Saved data entries:
//! Curves over speed: a law written once for all numbers, and the same as an object.

use crate::scalar::{Dual, Enclosure, Real};

/// A law of one variable, usually an effort over a speed.
///
/// It must answer for every finite argument, below zero too, and be continuous but for the places it names.
pub trait Law: Send + Sync {
    /// The law at a number of any kind.
    fn eval<R: Real>(&self, x: R) -> R;

    /// Places where the value jumps; exactly the breaks at which pieces do not meet.
    fn jumps(&self) -> Vec<f64> {
        Vec::new()
    }

    /// Places where the slope jumps: only to integrate faster, may be left out.
    fn kinks(&self) -> Vec<f64> {
        Vec::new()
    }
}

/// A law as an object.
pub trait Curve: Send + Sync {
    /// The value at a point.
    fn at(&self, x: f64) -> f64;
    /// Bounds over a range.
    fn over(&self, x: Enclosure) -> Enclosure;
    /// Value and slope at a point.
    fn dual(&self, x: Dual) -> Dual;
    /// Places where the value jumps.
    fn jumps(&self) -> Vec<f64>;
    /// Places where the slope jumps.
    fn kinks(&self) -> Vec<f64>;
}

impl<L: Law> Curve for L {
    fn at(&self, x: f64) -> f64 {
        self.eval(x)
    }
    fn over(&self, x: Enclosure) -> Enclosure {
        self.eval(x)
    }
    fn dual(&self, x: Dual) -> Dual {
        self.eval(x)
    }
    fn jumps(&self) -> Vec<f64> {
        Law::jumps(self)
    }
    fn kinks(&self) -> Vec<f64> {
        Law::kinks(self)
    }
}

/// A law of the size of the speed that opposes motion in either direction.
#[derive(Clone, Copy, Debug, PartialEq)]
pub struct Against<L>(pub L);

impl<L: Law> Law for Against<L> {
    fn eval<R: Real>(&self, x: R) -> R {
        x.piecewise(&[0.0], |piece, x| if piece == 0 { -self.0.eval(-x) } else { self.0.eval(x) })
    }

    fn jumps(&self) -> Vec<f64> {
        let at_rest: f64 = self.0.eval(0.0);
        let middle = if at_rest == 0.0 { None } else { Some(0.0) };
        mirrored(self.0.jumps(), middle)
    }

    fn kinks(&self) -> Vec<f64> {
        mirrored(self.0.kinks(), Some(0.0))
    }
}

/// Places above zero on both sides of it, rising.
fn mirrored(mut places: Vec<f64>, middle: Option<f64>) -> Vec<f64> {
    places.retain(|x| *x > 0.0);
    places.iter().rev().map(|x| -x).chain(middle).chain(places.iter().copied()).collect()
}

/// A single whole power of the variable: `coefficient * x^power`.
#[derive(Clone, Copy, Debug, PartialEq)]
pub struct Monomial {
    /// The factor.
    pub coefficient: f64,
    /// 0 to 3 and beyond.
    pub power: u8,
}

impl Monomial {
    /// The one that passes through a point away from zero.
    #[must_use]
    pub fn through(power: u8, x: f64, y: f64) -> Self {
        Self { coefficient: y / libm::pow(x, f64::from(power)), power }
    }
}

impl Law for Monomial {
    fn eval<R: Real>(&self, x: R) -> R {
        let mut out = R::of(self.coefficient);
        for _ in 0..self.power / 2 {
            out = out * x.square();
        }
        if self.power % 2 == 1 { out * x } else { out }
    }
}

/// A law times a constant.
#[derive(Clone, Copy, Debug, PartialEq)]
pub struct Scaled<L>(pub L, pub f64);

impl<L: Law> Law for Scaled<L> {
    fn eval<R: Real>(&self, x: R) -> R {
        self.0.eval(x) * self.1
    }

    fn jumps(&self) -> Vec<f64> {
        self.0.jumps()
    }

    fn kinks(&self) -> Vec<f64> {
        self.0.kinks()
    }
}

/// A law times its variable and a constant: the power of an effort over the speed.
#[derive(Clone, Copy, Debug, PartialEq)]
pub struct PowerOf<L>(pub L, pub f64);

impl<L: Law> Law for PowerOf<L> {
    fn eval<R: Real>(&self, x: R) -> R {
        self.0.eval(x) * x * self.1
    }

    fn jumps(&self) -> Vec<f64> {
        self.0.jumps()
    }

    fn kinks(&self) -> Vec<f64> {
        self.0.kinks()
    }
}

/// The same value everywhere.
#[derive(Clone, Copy, Debug)]
pub struct Constant(pub f64);

impl Law for Constant {
    fn eval<R: Real>(&self, _: R) -> R {
        R::of(self.0)
    }
}

/// A straight line: `at_zero + slope * x`.
#[derive(Clone, Copy, Debug)]
pub struct Line {
    /// Value at 0.
    pub at_zero: f64,
    /// Rise per unit.
    pub slope: f64,
}

impl Law for Line {
    fn eval<R: Real>(&self, x: R) -> R {
        x * self.slope + self.at_zero
    }
}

• _What you will do_: Determine how many lines of the entries hold "else", and reply with that number only.

• _Final answer_: 3